# Fadenalgen entfernen vor dem Winter ?



## Ikulas (5. Sep. 2013)

Hallo,

vielleicht eine blöde Frage, aber lieber einmal blöd gefragt .
In meinem kleinen Teich sind Fadenalgen, die sich im Sommer über gebildet haben. Ich habe immer wieder welche rausgefischt. Das Problem ist aber, dass die sich richtig ins __ Hornkraut hineinwurtschteln, sodass ich diese nur schwer komplett entfernen kann, ohne nicht die Pflanze ansich zu schädigen. Mich stören die Fadenalgen auch nicht wirklich und meine beiden __ Frösche etc. scheinen da gerne mal Schutz drunter zu suchen.

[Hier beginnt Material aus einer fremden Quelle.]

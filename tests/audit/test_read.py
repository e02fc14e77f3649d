"""The reader's edge cases in Parquet: naive timestamps, integer ids, null ids and categories, missing columns."""

from __future__ import annotations

from pathlib import Path

import pandas as pd
import pyarrow as pa
import pyarrow.parquet as pq
import pytest

from armlock.assign import InputError, arm_for, spec_from_dict
from armlock.audit.render import check_by_id
from armlock.audit.run import run_audit

SPEC = spec_from_dict({"name": "r", "salt": "read-salt", "start": "2026-01-05T00:00:00Z",
                       "arms": [{"name": "holdout", "weight": 5000}, {"name": "exposed", "weight": 5000}],
                       "audit": {"segments": ["device"], "covariates": [], "categorical_covariates": []}})


def _write(path: Path, ids: list, times: pa.Array, devices: list) -> None:  # type: ignore[type-arg]
    arms = [arm_for(SPEC, str(i)) if i is not None else "holdout" for i in ids]
    pq.write_table(pa.table({"unit_id": ids, "first_seen": times, "arm": arms, "device": devices}), path)


def test_parquet_naive_times_and_null_ids(tmp_path: Path) -> None:
    n = 30
    ids = [f"p{i}" for i in range(n)]
    ids[4] = None
    times = pa.array(pd.date_range("2026-01-06", periods=n, freq="h").to_numpy(), type=pa.timestamp("us"))
    devices = ["mobile", None] * (n // 2)
    _write(tmp_path / "v.parquet", ids, times, devices)
    rep = run_audit(SPEC, visits=tmp_path / "v.parquet")
    assert "v.parquet: times in 'first_seen' have no zone; read as UTC" in rep.input_notes
    assert ("v.parquet: 1 row(s) with an empty or null 'unit_id' (row 5) were set aside: they have no arm"
            in rep.input_notes)
    seg = [t for t in check_by_id(rep, "srm_segments").tables if t.title == "Units per arm by device"][0]
    assert sorted(r[0] for r in seg.rows) == ["(missing)", "mobile"]
    assert check_by_id(rep, "integrity").figures["first_seen_min"].value == "2026-01-06T00:00:00+00:00"


def test_parquet_integer_ids_are_hashed_as_text(tmp_path: Path) -> None:
    ids = list(range(100, 140))
    times = pa.array(pd.date_range("2026-01-06", periods=40, freq="h", tz="UTC").to_numpy(), type=pa.timestamp("us", tz="UTC"))
    _write(tmp_path / "v.parquet", ids, times, ["desktop"] * 40)
    rep = run_audit(SPEC, visits=tmp_path / "v.parquet")
    assert "v.parquet: ids in 'unit_id' are integers; hashed as their decimal text" in rep.input_notes
    assert check_by_id(rep, "integrity").figures["mismatches"].value == 0


def test_parquet_missing_column_lists_columns(tmp_path: Path) -> None:
    pq.write_table(pa.table({"uid": ["a"], "first_seen": ["2026-01-06T00:00:00Z"]}), tmp_path / "v.parquet")
    with pytest.raises(InputError) as exc:
        run_audit(SPEC, visits=tmp_path / "v.parquet")
    # every missing column at once (issue #20), not one per run
    assert str(exc.value) == (f"{tmp_path / 'v.parquet'}: 3 columns not found in the visits file: 'unit_id', 'arm', "
                              "'device' (spec: [audit.visits] unit_id = \"unit_id\", [audit.visits] arm = \"arm\", "
                              "[audit] segments[0] = \"device\"); the file has columns: uid, first_seen")


def test_not_a_parquet_file(tmp_path: Path) -> None:
    (tmp_path / "v.parquet").write_text("unit_id\nx\n", encoding="utf-8")
    with pytest.raises(InputError, match="cannot read the visits file as Parquet"):
        run_audit(SPEC, visits=tmp_path / "v.parquet")


# -- decimals and sub-microsecond times ---------------------------------------------------------------

def test_decimal_numbers_are_the_nearest_double() -> None:
    """Decimal columns (a warehouse's money type) read as the nearest double to each exact decimal.

    Reference outside the project: Python's `decimal` module, whose `float(Decimal)` is correctly
    rounded (IEEE 754 round to nearest, ties to even). Arrow's own cast misses it for about one
    value in eight at decimal(12, 2), so it is not what the reader uses. (Above 2**53 an 18-digit
    unscaled value is first rounded to a double, as Spark's `Decimal.toDouble` does.)"""
    import random
    from decimal import Decimal

    import numpy as np

    from armlock.shared.read import decimal_floats

    rng = random.Random(7)
    for p, s in ((12, 2), (18, 6), (9, 4), (18, 0), (30, 10)):
        top = 10**p - 1 if p > 18 else min(10**p - 1, 2**53 - 1)  # up to 18 digits: exact below 2**53
        vals = [Decimal(rng.randint(-top, top)).scaleb(-s) for _ in range(5000)] + [None]
        arr = pa.chunked_array([pa.array(vals[:2500], pa.decimal128(p, s)),
                                pa.array(vals[2500:], pa.decimal128(p, s)).slice(1)])  # a sliced chunk too
        got = decimal_floats(arr)
        want = np.array([np.nan if v is None else float(v) for v in vals[:2500] + vals[2501:]])
        assert np.array_equal(got, want, equal_nan=True), (p, s)


def test_decimal_covariate_and_sub_microsecond_times(tmp_path: Path) -> None:
    """A decimal covariate is read (it was refused); nanosecond digits are dropped to the microsecond."""
    from decimal import Decimal

    spec = spec_from_dict({"name": "r", "salt": "read-salt", "start": "2026-01-05T00:00:00Z",
                           "arms": [{"name": "holdout", "weight": 5000}, {"name": "exposed", "weight": 5000}],
                           "audit": {"segments": [], "covariates": ["spend"], "categorical_covariates": []}})
    n = 40
    ids = [f"d{i}" for i in range(n)]
    ns = pd.date_range("2026-01-06", periods=n, freq="h").as_unit("ns").asi8 + 123_456_789
    pq.write_table(pa.table({"unit_id": ids, "first_seen": pa.array(ns, pa.timestamp("ns", "UTC")),
                             "arm": [arm_for(spec, i) for i in ids],
                             "spend": pa.array([Decimal(i * 7).scaleb(-2) for i in range(n)], pa.decimal128(12, 2))}),
                   tmp_path / "v.parquet")
    rep = run_audit(spec, visits=tmp_path / "v.parquet")
    assert check_by_id(rep, "integrity").figures["first_seen_min"].value == "2026-01-06T00:00:00.123456+00:00"
    assert any("spend" in str(t.rows) for t in check_by_id(rep, "balance").tables)


def test_times_outside_the_engine_range_name_the_row(tmp_path: Path) -> None:
    path = tmp_path / "v.csv"
    path.write_text("unit_id,first_seen,arm\na,2026-01-06T00:00:00Z,holdout\nb,1500-01-01T00:00:00.5Z,holdout\n",
                    encoding="utf-8")
    spec = spec_from_dict({**SPEC.model_dump(mode="json"), "audit": {"segments": [], "covariates": [],
                                                                      "categorical_covariates": []}})
    with pytest.raises(InputError, match=r"1 time\(s\) outside the years 1678-2261 \(first: line 3; "
                                         r"e\.g\. 1500-01-01 00:00:00\.500000\+00:00\)"):
        run_audit(spec, visits=path)


def test_a_missing_column_two_settings_name_is_said_once(tmp_path: Path) -> None:
    from armlock.shared.read import Source, _need

    src = Source(tmp_path / "v.csv", "visits")
    wanted = {"unit_id": "unit_id", "[audit] segments[0]": "device", "[audit] categorical_covariates[0]": "device"}
    with pytest.raises(InputError) as e:
        _need(src, ["uid"], wanted, "[audit.visits]")
    msg = str(e.value)
    assert "2 columns not found" in msg and msg.count("'device'") == 1, msg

Nun meine Frage: Sollte ich vor dem Winter diese Algen lieber komplett versuchen zu entfernen oder stört das nicht ?


----------



## Joerg (5. Sep. 2013)

*AW: Fadenalgen entfernen vor dem Winter ?*

Hallo Beate,

ich würde sie vor dem Winter rausfischen.
Die zersetzen sich und Faulgase können entstehen. Die Nährstoffe danach werden im Frühjahr wieder gerne von Algen genommen.


----------



## lotta (5. Sep. 2013)

*AW: Fadenalgen entfernen vor dem Winter ?*

Hy Beate,
wenn du die Fadenalgen rausfischst, 
dann fummel doch einfach die UW Pflanzen wieder raus und werfe sie zurück in den Teich, 
das mache ich genau so.
Das scheint den UW Pflanzen nicht zu schaden, die wurzeln von alleine wieder irgendwo

Allerdings wundere ich mich auch seit langem, warum diese Fadenalgen ausgerechnet nur an den Pflanzen anhaften, welche sie ja eigentlich fern halten sollten...
Vielleicht hat uns ja ein/eine Fachmann/frau  eine gute Erklärung, dafür
Viel Spaß und Erfolg, bei Fadenalgenfischen


----------



## Michael der 2. (6. Sep. 2013)

*AW: Fadenalgen entfernen vor dem Winter ?*

Hallo Sabine

Das hab ich mich auch schon gefragt. Ich schließe mich deiner Frage mal an. Meine Vermutung  tendiert in die Richtung, dass sie sich in Ihrer Entstehungsphase einfach darin verheddern. Sie fallen uns ja erst auf, wenn sich schon eine Fadenalgenkolonie gebildet hat...

Grüße Michael


----------



## Zacky (6. Sep. 2013)

*AW: Fadenalgen entfernen vor dem Winter ?*

Ich bin kein Fachmann, habe aber beobachten können, dass die Fadenalgen ganz hervorragend und gar wunderprächtig dort wachsen, wo frischer Sauerstoff ist. Das habe ich zum Einen schon an dem Lüftersteinen im Teich gesehen, aber auch im und um dem __ Nadelkraut herum. Insbesondere dort hatten sich bei mir recht viele Fadenalgen gebildet.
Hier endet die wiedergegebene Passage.